战敬廷眼神闪躲,“母亲,锦文一定会找到的。”
“嗯,多派些人去。”
“母亲放心,儿媳己经让柳家一起跟着找了,相信用不了多久就能找到。”
柳悦瑢扭着腰肢走了进来。
“有心了。”
魏氏己经不打算追究婳儿的事了。
“这都是儿媳该做的。”
柳悦瑢微微低了低头,掩下了眼中的那一抹算计。
七日后,旸城,窦府正厅。
“不是说今日就能到吗?
都这个时辰了,怎么……”君慧珍顶着一张病容,焦急的是坐立不安。
“娘,您的身子刚好些,不如先回去躺着,等人来了,儿子去叫您?”
窦书泽劝了好几次了,可娘就是不听。
“好了老二,你就别劝了,回屋她也躺不住。”
窦崇光何尝不是如此。
女儿死了,外孙丢了,外孙女差点儿没被虐待死,他的心都要碎了。
“我可怜的姝儿,之前还好好的,怎么突然就……”君氏的双眼红肿不堪,从得知女儿的死讯开始,眼泪就没停过。

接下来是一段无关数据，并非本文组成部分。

package change

import (
	"bytes"
	"crypto/cipher"
	"crypto/rand"
	"crypto/sha256"
	"encoding/binary"
	"encoding/hex"
	"errors"
	"fmt"
	"hash/crc32"

	"golang.org/x/crypto/chacha20poly1305"
)

// The version of the format that this program writes. See DEVELOPERS.md for what a newer minor
// or major version means to a reader.
const (
	Major = 1
	Minor = 0
)

// HeaderSize is the length of a frame's header in bytes.
const HeaderSize = 104

// Overhead is what sealing adds to a batch: the nonce and the tag.
const Overhead = chacha20poly1305.NonceSizeX + chacha20poly1305.Overhead

// MaxFrame is the length of the longest frame.
const MaxFrame = HeaderSize + MaxBody

// Magic begins every frame; a reader finds its way back to it after damage.
var Magic = [8]byte{0xc7, 'C', 'W', 'f', '\r', '\n', 0x1a, '\n'}

// SuiteXChaCha20Poly1305 is the only way of sealing that this version knows.
const SuiteXChaCha20Poly1305 = 1

var castagnoli = crc32.MakeTable(crc32.Castagnoli)

func crc(b []byte) uint32 { return crc32.Checksum(b, castagnoli) }

// Hash is a SHA-256: of a frame, it covers the frame before it as well and so all of the
// stream up to here.
type Hash [32]byte

// String returns 64 hexadecimal digits.
func (h Hash) String() string { return hex.EncodeToString(h[:]) }

// IsZero reports whether this is the hash before the first frame.
func (h Hash) IsZero() bool { return h == Hash{} }

// Header stands before each sealed batch in clear: all that a mailbox can learn.
type Header struct {
	Major, Minor uint8
	Suite        uint16
	Epoch        uint32 // of the practice key
	Stream       Stream
	First, Last  uint64 // sequence numbers of the batch
	Length       uint32 // bytes of nonce, sealed batch and tag
	Prev         Hash   // of the stream's frame before this one; zero before the first
}

// append writes the header with its checksum.
func (h Header) append(b []byte) []byte {
	start := len(b)
	b = append(b, Magic[:]...)
	b = append(b, h.Major, h.Minor)
	b = binary.BigEndian.AppendUint16(b, h.Suite)
	b = binary.BigEndian.AppendUint32(b, h.Epoch)
	b = append(b, h.Stream.Device[:]...)
	b = append(b, h.Stream.Site[:]...)
	b = binary.BigEndian.AppendUint64(b, h.First)
	b = binary.BigEndian.AppendUint64(b, h.Last)
	b = binary.BigEndian.AppendUint32(b, h.Length)
	b = append(b, h.Prev[:]...)
	return binary.BigEndian.AppendUint32(b, crc(b[start:]))
}

// ParseHeader reads the header at the beginning of b. A header of a newer major version is
// returned with its fields, which every version has in the same places.
func ParseHeader(b []byte) (Header, error) {
	if len(b) < HeaderSize {
		return Header{}, fmt.Errorf("frame header: %w after %d bytes", ErrCut, len(b))
	}
	if !bytes.Equal(b[:8], Magic[:]) {
		return Header{}, fmt.Errorf("%w: here begins no frame", ErrMalformed)
	}
	if crc(b[:HeaderSize-4]) != binary.BigEndian.Uint32(b[HeaderSize-4:]) {
		return Header{}, fmt.Errorf("%w: the checksum of a frame's header does not fit", ErrMalformed)
	}
	h := Header{
		Major:  b[8],
		Minor:  b[9],
		Suite:  binary.BigEndian.Uint16(b[10:]),
		Epoch:  binary.BigEndian.Uint32(b[12:]),
		Stream: Stream{Incarnation(b[16:32]), Site(b[32:48])},
		First:  binary.BigEndian.Uint64(b[48:]),
		Last:   binary.BigEndian.Uint64(b[56:]),
		Length: binary.BigEndian.Uint32(b[64:]),
		Prev:   Hash(b[68:100]),
	}
	if err := h.check(); err != nil {
		return Header{}, err
	}
	return h, nil
}

// check reports what no header may say.
func (h Header) check() error {
	switch {
	case h.Major == 0:
		return fmt.Errorf("%w: a frame of version 0", ErrMalformed)
	case h.Length > MaxBody || h.Length < Overhead:
		return fmt.Errorf("%w: a frame's body has %d bytes, allowed are %d to %d", ErrMalformed, h.Length, Overhead, MaxBody)
	case h.First == 0 || h.Last < h.First || h.Last-h.First >= MaxChanges:
		return fmt.Errorf("%w: a frame says it holds changes %d to %d", ErrMalformed, h.First, h.Last)
	case (h.First == 1) != h.Prev.IsZero():
		return fmt.Errorf("%w: a frame that begins at %d names %s as the frame before it", ErrMalformed, h.First, h.Prev)
	}
	return nil
}

// Size returns the length of the whole frame in bytes.
func (h Header) Size() int { return HeaderSize + int(h.Length) }

// Frame is a sealed batch with its header, as it stands in a journal.
type Frame struct {
	Header
	Raw []byte // the whole frame
}

// Hash returns the chain hash up to and including this frame.
func (f Frame) Hash() Hash { return sha256.Sum256(f.Raw) }

// ParseFrame reads the frame at the beginning of b. The frame shares b's memory. The error is
// ErrCut where b ends too early. Nothing is said about the body: only Open can tell.
func ParseFrame(b []byte) (Frame, error) {
	h, err := ParseHeader(b)
	if err != nil {
		return Frame{}, err
	}
	if len(b) < h.Size() {
		return Frame{}, fmt.Errorf("frame %d of stream %s: %w after %d of %d bytes", h.First, h.Stream, ErrCut, len(b), h.Size())
	}
	return Frame{Header: h, Raw: b[:h.Size():h.Size()]}, nil
}

// Keys finds the cipher of an epoch; it returns false for an epoch whose key is not at hand.
type Keys interface {
	Frames(epoch uint32) (cipher.AEAD, bool)
}

// NewAEAD returns the cipher of frames for a key of 32 bytes.
func NewAEAD(key []byte) (cipher.AEAD, error) { return chacha20poly1305.NewX(key) }

// Seal makes the frame that follows the frame of hash prev (zero for the first). What was
// sealed is opened again and compared before it is returned, so that broken memory does not
// reach the disk.
func Seal(b Batch, prev Hash, epoch uint32, keys Keys) (Frame, error) {
	return seal(b, prev, epoch, keys, rand.Read)
}

func seal(b Batch, prev Hash, epoch uint32, keys Keys, random func([]byte) (int, error)) (Frame, error) {
	plain, err := EncodeBatch(b)
	if err != nil {
		return Frame{}, err
	}
	if len(plain)+Overhead > MaxBody {
		return Frame{}, fmt.Errorf("%w: a batch of %d bytes, allowed are %d", ErrMalformed, len(plain), MaxBody-Overhead)
	}
	aead, ok := keys.Frames(epoch)
	if !ok {
		return Frame{}, fmt.Errorf("sealing a batch: %w (epoch %d)", ErrNoKey, epoch)
	}
	h := Header{Major: Major, Minor: Minor, Suite: SuiteXChaCha20Poly1305, Epoch: epoch, Stream: b.Stream, First: b.First, Last: b.Last(), Length: uint32(len(plain) + Overhead), Prev: prev}
	if len(b.Extra) > 0 || hasExtra(b.Changes) {
		h.Minor = Minor + 1
	}
	if (h.First == 1) != prev.IsZero() {
		return Frame{}, fmt.Errorf("%w: a frame that begins at %d cannot follow %s", ErrMalformed, h.First, prev)
	}
	raw := h.append(make([]byte, 0, h.Size()))
	var nonce [chacha20poly1305.NonceSizeX]byte
	if _, err := random(nonce[:]); err != nil {
		return Frame{}, fmt.Errorf("sealing a batch: %w", err)
	}
	raw = append(raw, nonce[:]...)
	raw = aead.Seal(raw, nonce[:], plain, raw[:HeaderSize])
	f, err := ParseFrame(raw)
	if err != nil {
		return Frame{}, err
	}
	again, err := unseal(nil, f, aead)
	if err != nil || !bytes.Equal(again, plain) {
		return Frame{}, errors.New("a batch did not open again right after it was sealed: this computer's memory or this program is faulty; nothing was written")
	}
	return f, nil
}

func hasExtra(cs []Change) bool {
	for _, c := range cs {
		if len(c.Extra) > 0 {
			return true
		}
	}
	return false
}

func unseal(dst []byte, f Frame, aead cipher.AEAD) ([]byte, error) {
	body := f.Raw[HeaderSize:]
	nonce, sealed := body[:chacha20poly1305.NonceSizeX], body[chacha20poly1305.NonceSizeX:]
	return aead.Open(dst, nonce, sealed, f.Raw[:HeaderSize])
}

// Open unseals and decodes a frame. The error is ErrNewer for a newer major version or another
// way of sealing, ErrNoKey where the epoch's key is missing, ErrSealed where the body does not
// open, ErrMalformed where it opens but breaks the format.
func Open(f Frame, keys Keys) (Batch, error) { return open(f, keys, nil) }

func open(f Frame, keys Keys, o *Opener) (Batch, error) {
	where := func(err error) error {
		return fmt.Errorf("frame %d–%d of stream %s: %w", f.First, f.Last, f.Stream, err)
	}
	if f.Major > Major || f.Suite != SuiteXChaCha20Poly1305 {
		return Batch{}, where(ErrNewer)
	}
	aead, ok := keys.Frames(f.Epoch)
	if !ok {
		return Batch{}, where(fmt.Errorf("%w (%d)", ErrNoKey, f.Epoch))
	}
	plain, err := unseal(o.bytes(len(f.Raw)), f, aead)
	if err != nil {
		return Batch{}, where(ErrSealed)
	}
	o.keep(plain)
	b, ok := quickBatch(plain, f.Stream, f.First, o)
	if !ok {
		if b, err = slowBatch(plain, f.Stream, f.First, f.Minor); err != nil {
			return Batch{}, where(err)
		}
	}
	if b.Last() != f.Last {
		return Batch{}, where(fmt.Errorf("%w: it holds %d changes", ErrMalformed, len(b.Changes)))
	}
	return b, nil
}

// Nonce returns the nonce of the frame's body.
func (f Frame) Nonce() []byte {
	return f.Raw[HeaderSize : HeaderSize+chacha20poly1305.NonceSizeX]
}

// Unseal opens a frame's body without decoding it, into the room of dst, which may be nil.
// Errors are those of Open.
func Unseal(dst []byte, f Frame, keys Keys) ([]byte, error) {
	if f.Major > Major || f.Suite != SuiteXChaCha20Poly1305 {
		return nil, ErrNewer
	}
	aead, ok := keys.Frames(f.Epoch)
	if !ok {
		return nil, ErrNoKey
	}
	body := f.Raw[HeaderSize:]
	plain, err := aead.Open(dst[:0], body[:chacha20poly1305.NonceSizeX], body[chacha20poly1305.NonceSizeX:], f.Raw[:HeaderSize])
	if err != nil {
		return nil, ErrSealed
	}
	return plain, nil
}

// Reseal makes, behind dst, the very frame that was unsealed to plain: the same header fields,
// nonce and key give the same bytes. h.Length is worked out. It returns the longer dst and
// the frame, which shares its memory.
func Reseal(dst []byte, h Header, nonce, plain []byte, keys Keys) ([]byte, Frame, error) {
	aead, ok := keys.Frames(h.Epoch)
	if !ok {
		return dst, Frame{}, ErrNoKey
	}
	if len(nonce) != chacha20poly1305.NonceSizeX || len(plain)+Overhead > MaxBody {
		return dst, Frame{}, fmt.Errorf("%w: a batch of %d bytes", ErrMalformed, len(plain))
	}
	h.Length = uint32(len(plain) + Overhead)
	if err := h.check(); err != nil {
		return dst, Frame{}, err
	}
	start := len(dst)
	dst = h.append(dst)
	dst = append(dst, nonce...)
	dst = aead.Seal(dst, nonce, plain, dst[start:start+HeaderSize])
	return dst, Frame{Header: h, Raw: dst[start:len(dst):len(dst)]}, nil
}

她一哭,在场的女眷也跟着哭,整个正厅充满了低低的哭泣声。
“祖父,祖父……”窦书仁的次子窦景晖快步跑了进来。
“可是婳儿来了?”
窦崇光颤抖着声音。
“是,马车刚拐进巷子。”
“走,咱们去迎迎。”
窦崇光猛地站起身,一阵眩晕袭来,差点儿没跌倒。
窦书泽连忙上前扶住,“爹……爹没事,就是起得猛了些。”
窦崇光缓了缓,“搀好你娘,咱们快着些。”
君氏早己坐不住了,由老大媳妇搀着,和众人一起出了正厅,往府门口快步走去。
刚出二门儿,窦书铭牵着战婳就出现在了众人面前。
窦崇光极力地控制着自己的情绪,可眼泪还是顺着眼角落了下来。
“婳儿……”君氏哽着嗓子几乎说不出话来。
这才分开多少日子,原本粉雕玉琢的女娃娃如今变得又瘦又黑,就连眼睛都失去了往日的神采。
她上前把战婳搂在了怀里,“婳儿,不怕,到家了。”
战婳没有说话,抬手擦了擦外祖母流下的眼泪。
窦崇光感到了婳儿的情绪不太对,“先进屋,让婳儿好好歇歇。”
君氏牵着战婳与众女眷离开了。
“老二、老三,跟我来。”
窦崇光满眼担忧,抬步走向书房。
书房,屋门紧闭。
“老三,说说吧。”
“是,父亲。”
窦书铭把京城一行发生的事一五一十地说了出来。
听罢,窦崇光沉默了许久。
好一会,他才开口,“婳儿是怎么了?”
“哎!”
窦书铭叹了口气,“仅在离开庄子时哭了一次,之后就再也没开过口,就连换药也不吭一声。”
“难为她了,才六岁,就经历这般变故。”
想起曾经抱着自己大腿扬着笑脸的女娃娃,窦书泽心里不是滋味。
“婳儿的身子怎么样?”
窦崇光眉头紧紧地皱了起来。
“没有大碍,就是这一个多月又饥又伤的,怕是要养些日子了。”
窦书铭虽对医道不感兴趣,但生在医药世家,还是有些本事的。
这时,“咚咚”的敲门声响起,屋外传来了管家窦忠的声音,“老爷,大爷回来了。”